## SUPPLIED MATERIAL
--

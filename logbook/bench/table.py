"""The table of a whole pass: every station's inputs on one page, the form that needs no script."""

from dataclasses import dataclass, field
from datetime import datetime
from uuid import UUID, uuid4, uuid5

from django.contrib import messages
from django.http import HttpRequest, HttpResponse, HttpResponseRedirect
from django.shortcuts import render
from django.utils import timezone
from django.utils.translation import gettext as _
from django.utils.translation import ngettext
from django.views.decorators.http import require_http_methods

from logbook.core.refusal import Refused
from logbook.people.access import open_to
from logbook.people.models import Person
from logbook.work.models import Task

from .at_work import AS_FOUND, AS_LEFT, AtWork
from .page import bench_page
from .services import SlipAsked, record_act, record_reading
from .views import WHO, at, pass_for, task_of
from .words import station_title, verdict_words

COLUMNS = ("found", "why", "done", "left")  # in the order they are kept


@dataclass
class Row:
    """One station of the table: what stands there, what was typed, what was refused or asked."""

    work: AtWork
    station: str
    client_id: UUID
    typed: dict[str, str] = field(default_factory=dict)
    refused: list[str] = field(default_factory=list)
    slip: SlipAsked | None = None

    @property
    def title(self) -> str:
        return station_title(self.station)

    @property
    def number(self) -> int:
        return self.work.numbers[self.station]

    @property
    def stands(self) -> dict[str, str]:
        """What stands here by column."""
        told = {"done": "; ".join(act.what for act in self.work.acts if act.station == self.station)}
        for name, phase in (("found", AS_FOUND), ("left", AS_LEFT)):
            readings = self.work.answered(phase).get(self.station, [])
            told[name] = "; ".join(
                one.typed or _("not measured: %(why)s") % {"why": one.not_measured} for one in readings
            )
            finding = self.work.finding(phase, self.station)
            mark = self.work.task.work_order.shop.decimal_mark
            is_judged = finding is not None and finding.judgement["value"] is not None
            told[f"{name}_verdict"] = verdict_words(finding.judgement, mark) if is_judged else ""
        return told


@require_http_methods(["GET", "POST"])
@open_to("technician")
def table(request: HttpRequest, number: int, task: int) -> HttpResponse:
    """Show every station's inputs; keep all that was typed, each answer by the same service as at the bench."""
    row, now = task_of(request, number, task), timezone.now()
    rows, kept = {}, 0
    if request.method == "POST":
        rows, kept = kept_rows(request, row, now)
        if kept:
            told = ngettext("%(count)s answer is kept.", "%(count)s answers are kept.", kept) % {"count": kept}
            messages.success(request, told)
        if not rows:
            return HttpResponseRedirect(at(row, "table"))
    context = bench_page(row, request.user, now=now, measured_by=request.session.get(WHO))
    work = context.get("work")
    told = [
        Row(work, station, rows.get(station, {}).get("client_id") or uuid4(), **{
            name: value for name, value in rows.get(station, {}).items() if name != "client_id"
        })
        for station in (work.route.stations if work else ())
    ]  # fmt: skip
    return render(request, "bench/table.html", {**context, "rows": told}, status=422 if rows else 200)


def kept_rows(request: HttpRequest, task: Task, now: datetime) -> tuple[dict[str, dict], int]:
    """Keep what was typed, station by station; gives the rows that were refused or are asked about, and how many kept."""
    trouble, kept = {}, 0
    for place in range(int_of(request.POST.get("rows", "0"))):
        station = request.POST.get(f"station-{place}", "")
        typed = {name: request.POST.get(f"{name}-{place}", "").replace("\0", "").strip() for name in COLUMNS}
        if not any(typed.values()):
            continue
        refused, slip, client_id = [], None, None
        for name in COLUMNS:
            if not typed[name]:
                continue
            try:
                client_id = uuid_of(request.POST.get(f"client-{place}", ""))
                keep_one(task, request.user, now, station, name, typed[name], uuid5(client_id, name),
                         request.POST.get(f"slip-{name}-{place}", ""))  # fmt: skip
                kept, typed[name] = kept + 1, ""
            except SlipAsked as asked:
                slip, refused = asked, [*refused, str(asked)]
                slip.column = name
                break
            except Refused as error:
                refused.append(str(error))
                break
        if refused:
            trouble[station] = {"typed": typed, "refused": refused, "slip": slip, "client_id": client_id}
    return trouble, kept


def keep_one(
    task: Task, by: Person, now: datetime, station: str, name: str, typed: str, client_id: UUID, slip_answer: str
) -> None:
    """Keep one field of the table."""
    if name == "done":
        record_act(task, by=by, at=now, client_id=client_id, station=station, what=typed)
        return
    phase = AS_LEFT if name == "left" else AS_FOUND
    answer = {"not_measured": typed} if name == "why" else {"typed": typed, "slip_answer": slip_answer}
    record_reading(pass_for(task, phase, by, now), by=by, at=now, client_id=client_id, station=station, **answer)


def int_of(text: str) -> int:
    """How many rows the form had; nothing odd."""
    return min(int(text), 2000) if text.isascii() and text.isdigit() and len(text) < 6 else 0


def uuid_of(text: str) -> UUID:
    """The row's own mark, which makes sending it twice harmless."""
    try:
        return UUID(text)
    except ValueError as error:
        raise Refused(_("This form was not whole; load the page anew.")) from error
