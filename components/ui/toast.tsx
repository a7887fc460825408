import { useEffect, useSyncExternalStore } from 'react';
import { StyleSheet, View } from 'react-native';

import { t } from '@/shared/messages';
import { color, space } from '../theme/tokens';
import { Button } from './Button';
import { Text } from './Text';

interface ToastEntry {
  id: number;
  message: string;
  undo?: (() => void) | undefined;
}

let entry: ToastEntry | null = null;
let count = 0;
const listeners = new Set<() => void>();
const set = (next: ToastEntry | null) => {
  entry = next;
  listeners.forEach((listener) => listener());
};
const subscribe = (listener: () => void) => {
  listeners.add(listener);
  return () => listeners.delete(listener);
};

/** Says at the bottom of the page that something was done, with a way back where there is one. */
export function toast(message: string, undo?: () => void): void {
  count += 1;
  set({ id: count, message, undo });
}

/** Milliseconds a toast stays; one that can be undone stays longer. */
const plain = 6_000;
const undoable = 12_000;

/** Where toasts appear: once, in the root layout. The region is always there, so that readers announce what comes into it. */
export function Toasts() {
  const shown = useSyncExternalStore(subscribe, () => entry);
  useEffect(() => {
    if (!shown) return;
    const timer = setTimeout(() => set(null), shown.undo ? undoable : plain);
    return () => clearTimeout(timer);
  }, [shown]);
  return (
    <View role="status" style={styles.region}>
      {shown ? (
        <View style={styles.toast}>
          <Text tone="page" style={styles.words}>
            {shown.message}
          </Text>
          {shown.undo ? (
            <Button
              label={t('ui.undo')}
              onPress={() => {
                shown.undo?.();
                set(null);
              }}
            />
          ) : null}
        </View>
      ) : null}
    </View>
  );
}

const styles = StyleSheet.create({
  region: {
    position: 'fixed' as 'absolute',
    bottom: 88,
    left: 0,
    right: 0,
    alignItems: 'center',
    pointerEvents: 'box-none',
    zIndex: 5,
  },
  toast: {
    flexDirection: 'row',
    alignItems: 'center',
    gap: space.m,
    maxWidth: 560,
    marginHorizontal: space.m,
    paddingHorizontal: space.m,
    paddingVertical: space.s,
    minHeight: 56,
    borderRadius: 4,
    backgroundColor: color.ink,
  },
  words: { flexShrink: 1 },
});
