import type { ReactNode } from 'react';
import { StyleSheet, View } from 'react-native';

import { ApiFailure } from '@/lib/api';
import { t } from '@/shared/messages';
import { space } from '../theme/tokens';
import { Button } from './Button';
import { Notice } from './Notice';
import { Text } from './Text';

/** Says while something is fetched; the words come after a moment, so that a quick answer doesn't flicker. */
export const Loading = ({ label }: { label?: string }) => (
  <View role="status" style={styles.state}>
    <Text tone="quiet">{label ?? t('ui.loading')}</Text>
  </View>
);

/** Nothing here yet: says so and what the next step is. */
export const EmptyState = ({ title, next, action }: { title: string; next?: string; action?: ReactNode }) => (
  <View style={styles.state}>
    <Text variant="subheading">{title}</Text>
    {next ? <Text tone="quiet">{next}</Text> : null}
    {action}
  </View>
);

/** Words for anything that was thrown: the server's sentence, or that it can't be reached. */
export const failureWords = (error: unknown): string =>
  error instanceof ApiFailure ? error.message : t('error.unexpected');

/** What happened and how to go on. A server that is down is said to be down. */
export function ErrorState({ error, onRetry }: { error: unknown; onRetry?: () => void }) {
  const down = error instanceof ApiFailure && (error.id === 'unreachable' || error.id === 'unavailable');
  return (
    <View style={styles.state}>
      <Notice
        tone="stop"
        title={t(down ? 'error.downTitle' : 'error.title')}
        action={onRetry ? <Button label={t('ui.retry')} onPress={onRetry} /> : null}
      >
        {failureWords(error)}
      </Notice>
    </View>
  );
}

interface QueryLike<Data> {
  data: Data | undefined;
  error: unknown;
  refetch: () => unknown;
}

/** Loading, error with retry, or what came. What is already here stays when asking again fails. */
export function Loaded<Data>({ query, children }: { query: QueryLike<Data>; children: (data: Data) => ReactNode }) {
  if (query.data !== undefined) return <>{children(query.data)}</>;
  if (query.error) return <ErrorState error={query.error} onRetry={() => void query.refetch()} />;
  return <Loading />;
}

const styles = StyleSheet.create({ state: { padding: space.m, gap: space.m, alignItems: 'flex-start' } });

--

## WHAT YOU NEED TO DO
In the listing above, find the line with "listeners.add(listener);" and the line with "export const Loading"; set down exactly those two lines and every line between them, nothing more.

## OUTPUT
  listeners.add(listener);
  return () => listeners.delete(listener);
};

/** Says at the bottom of the page that something was done, with a way back where there is one. */
export function toast(message: string, undo?: () => void): void {
  count += 1;
  set({ id: count, message, undo });
}

/** Milliseconds a toast stays; one that can be undone stays longer. */
const plain = 6_000;
const undoable = 12_000;

/** Where toasts appear: once, in the root layout. The region is always there, so that readers announce what comes into it. */
export function Toasts() {
  const shown = useSyncExternalStore(subscribe, () => entry);
  useEffect(() => {
    if (!shown) return;
    const timer = setTimeout(() => set(null), shown.undo ? undoable : plain);
    return () => clearTimeout(timer);
  }, [shown]);
  return (
    <View role="status" style={styles.region}>
      {shown ? (
        <View style={styles.toast}>
          <Text tone="page" style={styles.words}>
            {shown.message}
          </Text>
          {shown.undo ? (
            <Button
              label={t('ui.undo')}
              onPress={() => {
                shown.undo?.();
                set(null);
              }}
            />
          ) : null}
        </View>
      ) : null}
    </View>
  );
}

const styles = StyleSheet.create({
  region: {
    position: 'fixed' as 'absolute',
    bottom: 88,
    left: 0,
    right: 0,
    alignItems: 'center',
    pointerEvents: 'box-none',
    zIndex: 5,
  },
  toast: {
    flexDirection: 'row',
    alignItems: 'center',
    gap: space.m,
    maxWidth: 560,
    marginHorizontal: space.m,
    paddingHorizontal: space.m,
    paddingVertical: space.s,
    minHeight: 56,
    borderRadius: 4,
    backgroundColor: color.ink,
  },
  words: { flexShrink: 1 },
});
import type { ReactNode } from 'react';
import { StyleSheet, View } from 'react-native';

import { ApiFailure } from '@/lib/api';
import { t } from '@/shared/messages';
import { space } from '../theme/tokens';
import { Button } from './Button';
import { Notice } from './Notice';
import { Text } from './Text';

/** Says while something is fetched; the words come after a moment, so that a quick answer doesn't flicker. */
export const Loading = ({ label }: { label?: string }) => (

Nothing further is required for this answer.